Туман возвышался стеной, простираясь влево и вправо на столько, на сколько хватало зрения, как бы преграждая дальнейший путь. Было понятно, что его не обойти. Ещё из далека, по мере приближения к нему, невольно возрастало моё волнение и страх перед неизвестностью. Отец тоже заметно нервничал. Его голос был взволнован, глаза бегали из стороны в сторону, а движения стали короткими и резкими. Он вступал осторожно, с опаской, вглядываясь под ноги. Так мы, почти вплотную, подошли к нему. Неожиданно туман осел, образовав коридор прямо напротив нас, словно кто-то более могучий и всесильный приказал этому «зверю» сесть на задние лапы. Я чётко увидели перед собой обрыв и мост. Мост с виду был очень старым. Его деревянные балки и доски почернели от времени. Он соединял два противоположных берега широкого рва с обрывистыми, почти отвесными краями. Его длина была не больше тридцати метров. Мост был необычный настолько, что называть это сооружение мостом, не совсем правильно. Скорей всего это были остатки некогда стоявшего моста, от которого остался сгнивший остов с одиноко торчащими и лежащими брёвнами. Было вообще удивительно, что он стоит, поскольку деревянные балки и брошенные сверху них в хаотичном порядке доски были настолько дряхлые и трухлявые, что сквозь их тлен проглядывался клубящийся внизу туман. Я не успел толком разглядеть то, что находилось на противоположном берегу, потому что туман также молниеносно поднялся, обдавая нас своими клубами. Мы отпрянули назад и развернувшись, быстро зашагали обратно.

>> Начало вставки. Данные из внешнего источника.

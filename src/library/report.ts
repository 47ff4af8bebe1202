/** `writeRunReport`: rebuild report.html of a finished run from its tables — the `report` command as a function. */
import { z } from 'zod';
import { reportFolder } from '../app/report.ts';
import { DEFAULTS } from './defaults.ts';
import { abortSignal, flag, pathText, readOptions } from './options.ts';

/** The options of `writeRunReport` (the `report` command's, by the same defaults). */
export interface WriteRunReportOptions {
  /** The finished run or analysis folder (with run.json, summary.arrow). Required. */
  folder: string;
  /** Where to write the page. Default: `folder`/report.html. */
  out?: string;
  /** Replace a file that is there already (never one of the run's own tables). Default false. */
  force?: boolean;
  /** Aborting it stops the report between plots (a RunInterrupted error). */
  signal?: AbortSignal;
}

/** Where `writeRunReport` wrote the page. */
export interface WriteRunReportResult {
  /** The page's path. */
  path: string;
}

const schema: z.ZodType<WriteRunReportOptions> = z.strictObject({
  folder: pathText('a folder path (string)'),
  out: pathText('a file path (string)').optional(),
  force: flag().optional(),
  signal: abortSignal().optional(),
});

/** Rebuilds report.html of a finished run from its tables alone: the `report` command. Problems are `InputError`s. */
export async function writeRunReport(options: WriteRunReportOptions): Promise<WriteRunReportResult> {
  const o = readOptions('writeRunReport', schema, options);
  const { path } = await reportFolder({ dir: o.folder, out: o.out, force: o.force ?? DEFAULTS.force, signal: o.signal });
  return { path };
}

Отойдя на некоторое расстояние, отец остановился, чтобы отдышаться.
- Как можно вообще пройти по этому мосту? Он просто рухнет под нами, - сказал я.

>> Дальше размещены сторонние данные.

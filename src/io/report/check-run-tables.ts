/**
 * What the report requires of summary.arrow and budget.arrow before it draws anything: one row
 * per point and pipeline (every point of the scenario, every pipeline), one budget row per
 * point, pipeline, state and cause, probabilities in [0, 1], counts that are whole numbers with
 * errors ≤ shots, and finite numbers wherever the tables do not document a null (a state without
 * shots, σ and SNR without noise-only shots or without noise, a threshold at ±∞).
 */
import type { Table } from 'apache-arrow';
import { InputError } from '../../errors.ts';
import { checkRowCount, checkUniqueRows, checkValues, COUNT, numberColumn, PROBABILITY, type ValueRule } from '../table-checks.ts';

/** The run's shape as the scenario gives it. */
export interface RunShape {
  /** Points of the grid; a refined run adds up to `refined` more. */
  points: number;
  refined: number;
  pipelines: readonly string[];
  states: readonly string[];
  outcomes: readonly string[];
}

const NON_NEGATIVE: ValueRule = { min: 0, nullable: true };

/** Checks summary.arrow (see the file comment). */
export function checkSummaryTable(path: string, t: Table, s: RunShape): number {
  checkUniqueRows(path, t, ['point', 'pipeline']);
  checkValues(path, t, 'point', { ...COUNT, max: s.points + s.refined - 1 });
  const points = new Set(numberColumn(path, t, 'point')).size;
  if (points < s.points) throw new InputError(path, 'point', `every one of the scenario's ${s.points} point(s)`, `${points}`);
  checkRowCount(path, t, points * s.pipelines.length, `${points} point(s) × ${s.pipelines.length} pipeline(s)`);
  const names = Array.from(t.getChild('pipeline')!, String);
  names.forEach((n, row) => {
    if (!s.pipelines.includes(n)) throw new InputError(path, `pipeline[${row}]`, `one of the scenario's pipelines (${s.pipelines.join(', ')})`, JSON.stringify(n.slice(0, 40)));
  });
  checkValues(path, t, 'shots', COUNT);
  const probabilities = [
    'mean_error', 'mean_error_low', 'mean_error_high', 'analytic_mean_error',
    ...s.states.flatMap((st) => [`error_${st}`, `error_${st}_low`, `error_${st}_high`, `analytic_error_${st}`, ...s.outcomes.map((o) => `${st}_reported_${o}`)]),
  ];
  for (const c of probabilities) checkValues(path, t, c, PROBABILITY);
  for (const c of ['discard_fraction', 'post_selected_error', 'post_selected_error_low', 'post_selected_error_high', 'discards_as_failures_error']) {
    if (t.getChild(c)) checkValues(path, t, c, PROBABILITY);
  }
  for (const c of ['snr', 'analytic_snr', 'sigma', 'analytic_sigma']) if (t.getChild(c)) checkValues(path, t, c, NON_NEGATIVE);
  checkValues(path, t, 'threshold', { nullable: true });
  checkValues(path, t, 'axis_angle', { min: -Math.PI, max: Math.PI });
  // an interval holds its rate
  const [rate, low, high] = ['mean_error', 'mean_error_low', 'mean_error_high'].map((c) => numberColumn(path, t, c));
  rate!.forEach((r, row) => {
    if (r === null) return;
    if (low![row] === null || high![row] === null || !(low![row]! <= r && r <= high![row]!)) {
      throw new InputError(path, `mean_error[${row}]`, 'a rate inside its interval [mean_error_low, mean_error_high]', `${r} outside [${low![row]}, ${high![row]}]`);
    }
  });
  return points;
}

/** Checks budget.arrow against the summary's `points` points and the pipelines (see the file comment). */
export function checkBudgetTable(path: string, t: Table, s: RunShape, points: number): void {
  checkUniqueRows(path, t, ['point', 'pipeline', 'state', 'cause']);
  checkValues(path, t, 'point', { ...COUNT, max: points - 1 });
  for (const c of ['analytic', 'simulated', 'low', 'high']) checkValues(path, t, c, PROBABILITY);
  checkValues(path, t, 'errors', COUNT);
  checkValues(path, t, 'shots', COUNT);
  const errors = numberColumn(path, t, 'errors'), shots = numberColumn(path, t, 'shots');
  errors.forEach((e, row) => {
    if (e! > shots[row]!) throw new InputError(path, `errors[${row}]`, `at most the shots (${shots[row]})`, String(e));
  });
  const states = new Set([...s.states, 'all']);
  const point = numberColumn(path, t, 'point');
  const pipeline = Array.from(t.getChild('pipeline')!, String), state = Array.from(t.getChild('state')!, String);
  const totals = new Set<string>();
  const cause = Array.from(t.getChild('cause')!, String);
  for (let row = 0; row < t.numRows; row++) {
    if (!s.pipelines.includes(pipeline[row]!)) throw new InputError(path, `pipeline[${row}]`, `one of the scenario's pipelines (${s.pipelines.join(', ')})`, JSON.stringify(pipeline[row]!.slice(0, 40)));
    if (!states.has(state[row]!)) throw new InputError(path, `state[${row}]`, `a state of the scenario or "all"`, JSON.stringify(state[row]!.slice(0, 40)));
    if (cause[row] === 'total') totals.add(`${point[row]}/${pipeline[row]}/${state[row]}`);
  }
  const expected = points * s.pipelines.length * states.size;
  if (totals.size !== expected) throw new InputError(path, 'cause', `a "total" row for each point, pipeline and state (${expected})`, `${totals.size}`);
}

- Сам не знаю, как, но это нужно будет сделать, – ответил отец, - Нас всё время готовят к этому. Каждый должен его пройти, если он готов.
- Ты видел, что на том берегу тоже есть земля, деревья и дорога (это всё, что успел выхватить мой глаз), там что – рай? Как бы рассуждая вслух, спросил я у отца, – а внизу тогда получается - ад. И все, кто не проходит, то попадает в ад? Продолжал я спрашивать его, одновременно рассуждая.

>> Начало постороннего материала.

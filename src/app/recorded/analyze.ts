/**
 * `singleshot analyze RECORDS --out DIR [--pipeline FILE] [--labels LABELS]` as a library
 * function: a lab's records (any format io/records/open.ts reads: Arrow, Parquet, .npy/.npz,
 * HDF5; real, or complex I and Q) through one pipeline exactly as a run decides simulated shots
 * (run/analyze-records.ts), written as a run writes its folder: shots.arrow, summary.arrow in the
 * run's columns and meanings, noise.arrow (the records' noise spectrum), traces.arrow (a few
 * example records) and run.json; `singleshot report` reads the folder.
 *
 * The pipeline file is optional: without one the pipeline is the scenario default (boxcar over
 * the record window, reference phase `auto`, midpoint threshold). A pipeline that must be
 * calibrated (auto phase on a carrier or on I and Q, a calibrated threshold, matched or optimal
 * weights, a classifier with a model) calibrates on the first 20 % of the labelled rows (the
 * pipeline file's `calibration: {labels, fraction}` says otherwise), or on the calibration a run
 * stored with its traces (`calibration: stored`); calibration rows are never in the summary.
 *
 * Each record goes through the honest per-record chain (dsp/process-record.ts), so a pipeline run
 * here on traces written by `run --keep-traces raw`, with the run's stored calibration, reproduces
 * the run's outcomes shot for shot (the Float32 rounding of the records moves a value by ~1e−7 of
 * its size, which flips only a shot lying that close to the threshold).
 */
import { readFileSync } from 'node:fs';
import { basename } from 'node:path';
import { tableToIPC } from 'apache-arrow';
import { InputError, ScenarioProblem } from '../../errors.ts';
import { makeGrid } from '../../signal/grid.ts';
import { compileChain } from '../../dsp/pipeline-chain.ts';
import { fitCarrier } from '../../fit/carrier.ts';
import { formatQuantity } from '../../scenario/units.ts';
import { analyzeRecords, type CalibrationPlan, type RecordAnalysis } from '../../run/analyze-records.ts';
import { recordsSpectrum } from '../../engine/recorded/spectrum.ts';
import { classifierOf } from '../../classify/registry.ts';
import type { PipelineCalibration } from '../../classify/calibrate.ts';
import type { PointSummary } from '../../analysis/summary.ts';
import { defaultPipelineFile, readPipelineFile, resolveAnalysis, type AnalyzeFile, type ResolvedAnalysis } from '../../scenario/pipeline-file.ts';
import { locateRecords, openLabels, openRecords } from '../../io/records/open.ts';
import type { LabelSet, RecordSet } from '../../io/records/record-set.ts';
import { storedCalibrationOf } from '../../io/records/stored-calibration.ts';
import { writeRecordedShots } from '../../io/tables/recorded-shots.ts';
import { writeRecordedNoise, writeExampleRecords } from '../../io/tables/recorded-records.ts';
import { summaryColumns } from '../../io/tables/summary.ts';
import { buildTable } from '../../io/tables/columns.ts';
import { writeFileAtomic } from '../../io/atomic-file.ts';
import { writeAnalysisManifest } from '../../io/manifest.ts';
import { withParquetCopies } from '../../io/parquet-copy.ts';
import { analysisMetadata } from '../../io/metadata.ts';
import { OutputFolder, type CommandInput } from '../../io/output-dir.ts';
import { checkpoint, RunInterrupted } from '../../run/interrupt.ts';

export interface AnalyzeOptions {
  /** The records: FILE or FILE:NAME (io/records/open.ts). */
  records: string;
  /** The pipeline file (YAML or JSON); absent: the default pipeline. */
  pipelinePath?: string;
  /** Labels to score against: a file (FILE or FILE:NAME) or a NAME in the records' file. */
  labels?: string;
  /** Signal units per stored unit (e.g. volts per ADC count); default 1 (times the file's own scale). */
  scale?: number;
  /** The records' sample rate (Hz), where neither the pipeline file nor the file says it. */
  sampleRate?: number;
  /** The records' carrier (Hz), where neither the pipeline file nor the file says it; 0 for none. */
  carrierFrequency?: number;
  /** The records' window (s), where neither the pipeline file nor the file says it. */
  window?: { start: number; length: number };
  /** The unit of the records after the scale ('A', 'V' or '' for plain numbers), where the file does not say it. */
  unit?: string;
  outDir: string;
  force?: boolean;
  /** Also write every table as Parquet (X.parquet beside X.arrow). */
  parquet?: boolean;
  /** Aborting it stops the analysis between batches of records (RunInterrupted). */
  signal?: AbortSignal;
}

export interface AnalyzeResult {
  /** What the analysis assumed where nothing said (shown to the user as notes). */
  notes: string[];
  pipeline: string;
  /** The pipeline's classifier. */
  classifier: string;
  source: string;
  rows: number;
  complex: boolean;
  /** Rows used to calibrate (decided, never in the summary). */
  calibrationRows: number;
  /** Labelled rows in the summary. */
  scoredRows: number;
  /** How the pipeline was calibrated, in words. */
  calibratedBy: string;
  bins: number;
  referencePhase: number;
  calibration: PipelineCalibration;
  /** The run's summary of the scored rows (null without labels). */
  summary: PointSummary | null;
  outcomes: readonly [string, string];
  /** The unit of the integrated values ('' for plain numbers). */
  unit: string;
  outcome: Uint8Array;
  value: Float64Array;
  /** 1 where the row fell inside the ambiguous band. */
  discarded: Uint8Array;
  files: string[];
}

function readText(path: string): string {
  try {
    return readFileSync(path, 'utf8');
  } catch (e) {
    const code = (e as NodeJS.ErrnoException).code;
    throw new InputError(path, '', 'a pipeline file', code === 'ENOENT' ? 'no such file' : code === 'EISDIR' ? 'a directory' : 'an unreadable file');
  }
}

/**
 * A problem calibration found (classify/, in a scenario's words) in the words of an analysis: too
 * few calibration rows of an outcome names the labels and calibration.fraction; a pipeline key
 * names the pipeline file.
 */
function analysisProblem(e: ScenarioProblem, file: AnalyzeFile, calibratedBy: string | null): InputError {
  if (e.path[0] === 'calibrationShots') {
    return new InputError(file.file, 'calibration', `calibration rows of both outcomes, and enough of them (raise calibration.fraction, or check the labels${calibratedBy ? `: calibrated by ${calibratedBy}` : ''})`, e.found ?? 'too few');
  }
  const path = e.path[0] === 'pipelines' ? e.path.slice(2) : e.path;
  return new InputError(file.file, path.join('.'), e.expected, e.found);
}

- Я пока не знаю, что это. Возможно и так. Нам просто говорят, что в своё время всё узнаете.
- Ну как его вообще можно пройти? – продолжал я,
- Завтра будем пробовать. Время уже подходит, - ответил он и мы зашагали в сторону лечебного корпуса.
По дороге мы, как всегда, разговаривали обо всём и незаметно подошли к входной двери. Голоса, подсказывающего каждый раз о времени возвращения, не было, но я интуитивно почувствовал, что мне пора обратно.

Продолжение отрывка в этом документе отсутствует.